● Problem requirements:
Using the data below, return every line that holds the word "bytes".

● Data for analysis:
⁂

import { createHash } from 'node:crypto';
import { mkdtemp, rm, writeFile } from 'node:fs/promises';
import os from 'node:os';
import path from 'node:path';
import geodesic from 'geographiclib-geodesic';
import type { Knex } from 'knex';
import { getProject } from '../projects';
import { loadPrincipal } from '../../lib/auth/principal';
import { importPlan } from '../../lib/services/planned';
import { runReconciliation } from '../../lib/services/reconcile';
import { receiveUpload } from '../../lib/services/uploads';
import { DEMO_PROJECT, DEMO_USERS } from './01_demo';
import { mulberry32 } from '../../lib/records/seeded-random';

// The demo's field work in Quillhaven North: a design of four streets and their road crossings, one crew's
// handheld walk (with a detour around a tree pit on Lanternfield Road), an RTK survey of Cobbler Walk laid
// 0.8 m off the design for 30 m, a spur laid on past the end of Wickham Rise that the design does not have
// (Ferrier Close, agreed on site), and Saltmarsh Row not yet built. Generated, fictional, idempotent.
const G = geodesic.Geodesic.WGS84;
const O: [number, number] = [9.104, 52.106];
const at = (east: number, north: number): [number, number] => {
  const a = G.Direct(O[1], O[0], 90, east);
  const b = G.Direct(a.lat2!, a.lon2!, 0, north);
  return [b.lon2!, b.lat2!];
};

function design(): string {
  const f = (ref: string, street: string, bundle: string, type: string, pts: [number, number][]) => ({ type: 'Feature', properties: { route_id: ref, street, bundle, type }, geometry: { type: 'LineString', coordinates: pts.map(([e, n]) => at(e, n)) } });
  return JSON.stringify({
    type: 'FeatureCollection',
    features: [
      f('QN-101', 'Lanternfield Road', '12x7mm', 'street', [[0, 0], [140, 0], [280, 8]]),
      f('QN-102', 'Cobbler Walk', '7x7mm', 'street', [[140, 0], [140, 130]]),
      f('QN-103', 'Saltmarsh Row', '7x7mm', 'street', [[280, 8], [285, -110]]),
      f('QN-104', 'Wickham Rise', '4x7mm', 'street', [[140, 130], [250, 136]]),
      f('QN-X1', 'Lanternfield Road', '1x14mm', 'road crossing', [[40, 0], [40, -9]]),
      f('QN-X2', 'Lanternfield Road', '1x14mm', 'road crossing', [[90, 0], [90, -9]]),
      f('QN-X3', 'Lanternfield Road', '1x14mm', 'road crossing', [[200, 3.43], [200, -6]]),
    ],
  });
}

function prng(seed: number) {
  const u = mulberry32(seed);
  return () => Math.sqrt(-2 * Math.log(u() + 1e-12)) * Math.cos(2 * Math.PI * u());
}

function walk(): string {
  const n = prng(2026);
  const pts: string[] = [];
  let t = Date.UTC(2026, 10, 3, 7, 30, 0);
  const step = (e: number, north: number) => {
    const [lon, lat] = at(e + 3 * n(), north + 3 * n());
    pts.push(`<trkpt lat="${lat.toFixed(7)}" lon="${lon.toFixed(7)}"><ele>${(48 + n() * 0.5).toFixed(1)}</ele><time>${new Date(t).toISOString()}</time><hdop>1.${Math.floor(Math.abs(n()) * 9)}</hdop></trkpt>`);
    t += 1000;
  };
  // Lanternfield Road east, around the tree pit at 60–85 m (6 m north), then Cobbler Walk north and Wickham Rise east
  for (let e = 0; e <= 140; e += 1.3) step(e, e >= 60 && e <= 85 ? 6 : 0);
  for (let north = 0; north <= 130; north += 1.3) step(140, north);
  for (let e = 140; e <= 250; e += 1.3) step(e, 130 + ((e - 140) * 6) / 110);
  return `<?xml version="1.0" encoding="UTF-8"?>\n<gpx version="1.1" creator="Trenchbook demo" xmlns="http://www.topografix.com/GPX/1/1"><trk><name>Crew 2, morning walk</name><trkseg>${pts.join('')}</trkseg></trk></gpx>\n`;
}

function rtk(): string {
  const n = prng(77);
  const rows = ['Pt,Lat,Lon,Height,Code,Fix,HRMS'];
  for (let north = 0; north <= 130; north += 2) {
    const [lon, lat] = at(140 + (north >= 50 && north <= 80 ? -0.8 : 0) + 0.015 * n(), north + 0.015 * n());
    rows.push(`CW${north},${lat.toFixed(9)},${lon.toFixed(9)},${(48.2 + north * 0.002).toFixed(3)},TR,fixed,0.012`);
  }
  return rows.join('\n') + '\n';
}

/** RTK points of the spur: from 3 m beyond the end of Wickham Rise, 45 m on to the north-east. */
function spur(): string {
  const n = prng(91);
  const rows = ['Pt,Lat,Lon,Height,Code,Fix,HRMS'];
  for (let s = 3; s <= 48; s += 3) {
    const [lon, lat] = at(250 + s * 0.5 + 0.015 * n(), 136 + s * 0.866 + 0.015 * n());
    rows.push(`FC${s},${lat.toFixed(9)},${lon.toFixed(9)},${(48.6 + s * 0.003).toFixed(3)},TR,fixed,0.014`);
  }
  return rows.join('\n') + '\n';
}

async function form(dir: string, name: string, text: string, fields: Record<string, string>) {
  const tmpPath = path.join(dir, name);
  await writeFile(tmpPath, text);
  const bytes = Buffer.from(text);
  return { files: [{ field: 'file', fileName: name, tmpPath, size: bytes.length, sha256: createHash('sha256').update(bytes).digest('hex') }], fields, cleanup: async () => {} };
}

export async function seed(knex: Knex): Promise<void> {
  const row = await knex('projects').whereRaw('lower(name) = lower(?)', [DEMO_PROJECT]).first('id');
  if (!row) return;
  if (await knex('reconcile_runs').where({ project_id: row.id }).first('id')) return;
  const userId = async (role: string) => (await knex('users').where({ email: DEMO_USERS.find((u) => u.role === role)!.email }).first('id')).id;
  const engineer = (await loadPrincipal(knex, await userId('engineer')))!;
  const surveyor = (await loadPrincipal(knex, await userId('surveyor')))!;
  const dir = await mkdtemp(path.join(os.tmpdir(), 'trenchbook-seed-'));
  try {
    let project = (await getProject(knex, row.id))!;
    if (!(await knex('plan_versions').where({ project_id: row.id }).first('id'))) {
      await importPlan(knex, engineer, project, await form(dir, 'quillhaven-north-design.geojson', design(), { mapping: JSON.stringify({ ref: 'route_id', street: 'street', ducts: 'bundle', kind: 'type' }) }));
      project = (await getProject(knex, row.id))!;
    }
    await receiveUpload(knex, surveyor, project, await form(dir, 'crew2-morning-walk.gpx', walk(), { accuracy: 'handheld_gnss', surveyDate: '2026-11-03', crew: 'Crew 2', content: 'trench' }));
    await receiveUpload(knex, surveyor, project, await form(dir, 'cobbler-walk-rtk.csv', rtk(), { accuracy: 'rtk_gnss', surveyDate: '2026-11-04', crew: 'Survey team', content: 'trench' }));
    await receiveUpload(knex, surveyor, project, await form(dir, 'ferrier-close-spur-rtk.csv', spur(), { accuracy: 'rtk_gnss', surveyDate: '2026-11-05', crew: 'Survey team', content: 'trench' }));
    await runReconciliation(knex, row.id, null, { userId: engineer.id, label: `demo seed for ${engineer.name}`, organisationId: engineer.organisationId }, async () => {});
  } finally {
    await rm(dir, { recursive: true, force: true });
  }
}
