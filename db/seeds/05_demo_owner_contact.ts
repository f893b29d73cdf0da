import type { Knex } from 'knex';
import { OWNER_ORG } from './01_demo';

// The demo network owner's contact for the duct lookup (fictional). Idempotent: only fills an empty one.
export async function seed(knex: Knex): Promise<void> {
  await knex('organisations').where({ name: OWNER_ORG, contact: '' }).update({ contact: 'Network desk +44 1632 960 417 · network@quillhaven-fibre.example' });
}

⁂

● Reply:
  const bytes = Buffer.from(text);
  return { files: [{ field: 'file', fileName: name, tmpPath, size: bytes.length, sha256: createHash('sha256').update(bytes).digest('hex') }], fields, cleanup: async () => {} };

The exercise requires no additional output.